■ EXERCISE REQUIREMENTS ■
Repeat word for word every line of the data below, from the first through the line containing "func TestFinals2000AErrorsNameTheLine(t *testing.T)", and stop there.

★ ★ ★ ★

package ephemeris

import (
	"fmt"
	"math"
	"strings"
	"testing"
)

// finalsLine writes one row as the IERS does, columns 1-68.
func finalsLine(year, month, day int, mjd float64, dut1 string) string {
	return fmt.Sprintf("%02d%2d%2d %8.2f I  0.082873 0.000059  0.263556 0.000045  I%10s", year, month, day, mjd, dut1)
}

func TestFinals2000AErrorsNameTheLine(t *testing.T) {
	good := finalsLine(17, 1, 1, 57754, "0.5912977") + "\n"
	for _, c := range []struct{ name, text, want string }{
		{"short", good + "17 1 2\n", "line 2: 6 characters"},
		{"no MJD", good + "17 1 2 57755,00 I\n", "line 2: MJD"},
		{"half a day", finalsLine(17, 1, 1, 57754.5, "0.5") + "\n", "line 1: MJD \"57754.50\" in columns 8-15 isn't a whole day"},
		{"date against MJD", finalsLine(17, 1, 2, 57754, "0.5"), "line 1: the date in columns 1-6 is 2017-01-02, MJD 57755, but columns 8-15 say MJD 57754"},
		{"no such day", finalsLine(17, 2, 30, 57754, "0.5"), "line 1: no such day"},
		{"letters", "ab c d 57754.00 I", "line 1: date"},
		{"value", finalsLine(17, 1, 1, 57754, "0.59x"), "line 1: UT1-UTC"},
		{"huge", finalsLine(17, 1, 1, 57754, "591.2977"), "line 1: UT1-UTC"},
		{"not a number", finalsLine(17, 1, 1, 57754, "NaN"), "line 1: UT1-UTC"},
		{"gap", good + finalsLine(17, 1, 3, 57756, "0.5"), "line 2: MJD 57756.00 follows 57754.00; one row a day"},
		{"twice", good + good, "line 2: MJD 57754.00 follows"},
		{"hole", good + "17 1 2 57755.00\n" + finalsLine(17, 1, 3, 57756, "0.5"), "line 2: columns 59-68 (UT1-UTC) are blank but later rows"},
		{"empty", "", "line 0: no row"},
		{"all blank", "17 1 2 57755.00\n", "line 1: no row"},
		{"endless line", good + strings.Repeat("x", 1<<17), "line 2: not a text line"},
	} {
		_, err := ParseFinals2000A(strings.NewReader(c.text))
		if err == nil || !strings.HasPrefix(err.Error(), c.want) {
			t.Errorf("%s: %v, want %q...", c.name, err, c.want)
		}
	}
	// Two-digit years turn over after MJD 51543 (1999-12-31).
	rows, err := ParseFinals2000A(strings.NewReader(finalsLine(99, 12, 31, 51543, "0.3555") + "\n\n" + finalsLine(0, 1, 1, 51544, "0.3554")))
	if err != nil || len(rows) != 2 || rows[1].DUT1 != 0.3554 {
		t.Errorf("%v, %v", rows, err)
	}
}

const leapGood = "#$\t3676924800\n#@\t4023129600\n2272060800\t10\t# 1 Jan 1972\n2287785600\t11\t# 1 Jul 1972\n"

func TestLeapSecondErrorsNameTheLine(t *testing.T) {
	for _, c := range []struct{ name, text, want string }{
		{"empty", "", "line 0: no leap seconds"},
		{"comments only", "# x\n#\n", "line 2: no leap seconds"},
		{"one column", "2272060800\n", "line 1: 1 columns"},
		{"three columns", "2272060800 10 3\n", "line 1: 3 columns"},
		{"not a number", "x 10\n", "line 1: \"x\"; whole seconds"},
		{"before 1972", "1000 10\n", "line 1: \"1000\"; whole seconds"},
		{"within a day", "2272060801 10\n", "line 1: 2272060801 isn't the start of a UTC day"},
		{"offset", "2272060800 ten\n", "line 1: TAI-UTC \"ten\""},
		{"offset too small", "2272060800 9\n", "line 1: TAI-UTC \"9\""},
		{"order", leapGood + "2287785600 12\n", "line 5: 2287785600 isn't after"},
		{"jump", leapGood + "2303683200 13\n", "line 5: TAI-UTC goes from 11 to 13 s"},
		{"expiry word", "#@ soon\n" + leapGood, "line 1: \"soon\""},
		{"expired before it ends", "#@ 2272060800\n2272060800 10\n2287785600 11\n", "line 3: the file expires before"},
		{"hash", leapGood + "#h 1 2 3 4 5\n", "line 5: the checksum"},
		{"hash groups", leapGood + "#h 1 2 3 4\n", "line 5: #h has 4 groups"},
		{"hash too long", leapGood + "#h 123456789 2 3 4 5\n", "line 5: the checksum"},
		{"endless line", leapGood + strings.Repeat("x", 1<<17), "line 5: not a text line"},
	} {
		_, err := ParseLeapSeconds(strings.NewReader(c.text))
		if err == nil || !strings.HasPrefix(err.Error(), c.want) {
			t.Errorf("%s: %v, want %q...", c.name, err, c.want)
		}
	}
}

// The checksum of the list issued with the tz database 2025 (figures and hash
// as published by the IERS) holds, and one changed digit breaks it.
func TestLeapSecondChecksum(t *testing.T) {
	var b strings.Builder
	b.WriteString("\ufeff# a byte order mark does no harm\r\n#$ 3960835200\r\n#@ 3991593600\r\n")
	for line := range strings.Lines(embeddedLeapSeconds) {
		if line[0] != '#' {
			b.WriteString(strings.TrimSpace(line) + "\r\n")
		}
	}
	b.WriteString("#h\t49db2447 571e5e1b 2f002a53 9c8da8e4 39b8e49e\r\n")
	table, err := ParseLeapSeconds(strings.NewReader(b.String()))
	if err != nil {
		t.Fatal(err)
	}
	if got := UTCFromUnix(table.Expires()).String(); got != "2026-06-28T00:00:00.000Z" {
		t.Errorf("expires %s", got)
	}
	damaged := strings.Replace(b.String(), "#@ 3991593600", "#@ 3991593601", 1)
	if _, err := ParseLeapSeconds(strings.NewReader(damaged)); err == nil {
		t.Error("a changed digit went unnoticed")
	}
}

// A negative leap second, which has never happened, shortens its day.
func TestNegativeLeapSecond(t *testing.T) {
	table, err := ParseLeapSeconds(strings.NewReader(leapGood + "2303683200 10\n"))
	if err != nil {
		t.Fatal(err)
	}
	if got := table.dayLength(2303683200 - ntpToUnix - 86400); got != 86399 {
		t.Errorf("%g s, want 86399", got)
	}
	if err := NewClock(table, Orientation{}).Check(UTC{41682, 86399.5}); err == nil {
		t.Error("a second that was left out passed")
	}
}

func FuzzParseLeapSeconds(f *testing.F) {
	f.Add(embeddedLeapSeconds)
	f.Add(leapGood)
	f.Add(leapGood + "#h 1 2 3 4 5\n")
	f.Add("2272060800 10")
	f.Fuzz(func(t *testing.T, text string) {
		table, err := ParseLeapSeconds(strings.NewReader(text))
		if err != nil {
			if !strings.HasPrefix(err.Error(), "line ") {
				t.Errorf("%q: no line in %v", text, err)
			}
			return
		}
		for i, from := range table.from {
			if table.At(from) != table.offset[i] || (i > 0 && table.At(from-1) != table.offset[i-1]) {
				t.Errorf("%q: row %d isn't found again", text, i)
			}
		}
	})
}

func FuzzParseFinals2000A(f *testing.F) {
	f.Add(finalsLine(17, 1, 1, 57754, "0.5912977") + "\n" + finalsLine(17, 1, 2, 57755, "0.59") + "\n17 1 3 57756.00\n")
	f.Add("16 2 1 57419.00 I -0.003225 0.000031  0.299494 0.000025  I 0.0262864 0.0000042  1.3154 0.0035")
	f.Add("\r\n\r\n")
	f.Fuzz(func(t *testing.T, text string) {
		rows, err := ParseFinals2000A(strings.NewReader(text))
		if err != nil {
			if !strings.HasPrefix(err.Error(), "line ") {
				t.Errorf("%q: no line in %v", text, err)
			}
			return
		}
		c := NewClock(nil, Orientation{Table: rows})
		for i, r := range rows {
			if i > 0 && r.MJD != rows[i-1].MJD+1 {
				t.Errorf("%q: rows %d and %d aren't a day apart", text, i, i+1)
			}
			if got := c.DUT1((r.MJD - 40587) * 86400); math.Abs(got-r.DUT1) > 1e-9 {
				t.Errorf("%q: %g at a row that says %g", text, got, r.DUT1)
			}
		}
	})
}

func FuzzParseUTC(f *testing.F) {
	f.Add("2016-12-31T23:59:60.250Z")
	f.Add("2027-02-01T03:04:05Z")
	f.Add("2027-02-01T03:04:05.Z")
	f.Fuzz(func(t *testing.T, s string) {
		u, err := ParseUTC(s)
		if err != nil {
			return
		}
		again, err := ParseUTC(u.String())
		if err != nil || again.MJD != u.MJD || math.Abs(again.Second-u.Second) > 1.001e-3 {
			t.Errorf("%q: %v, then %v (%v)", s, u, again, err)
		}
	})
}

★ ★ ★ ★

■ SOLUTION FOR THIS PROBLEM ■
package ephemeris

import (
	"fmt"
	"math"
	"strings"
	"testing"
)

// finalsLine writes one row as the IERS does, columns 1-68.
func finalsLine(year, month, day int, mjd float64, dut1 string) string {
	return fmt.Sprintf("%02d%2d%2d %8.2f I  0.082873 0.000059  0.263556 0.000045  I%10s", year, month, day, mjd, dut1)
}

func TestFinals2000AErrorsNameTheLine(t *testing.T) {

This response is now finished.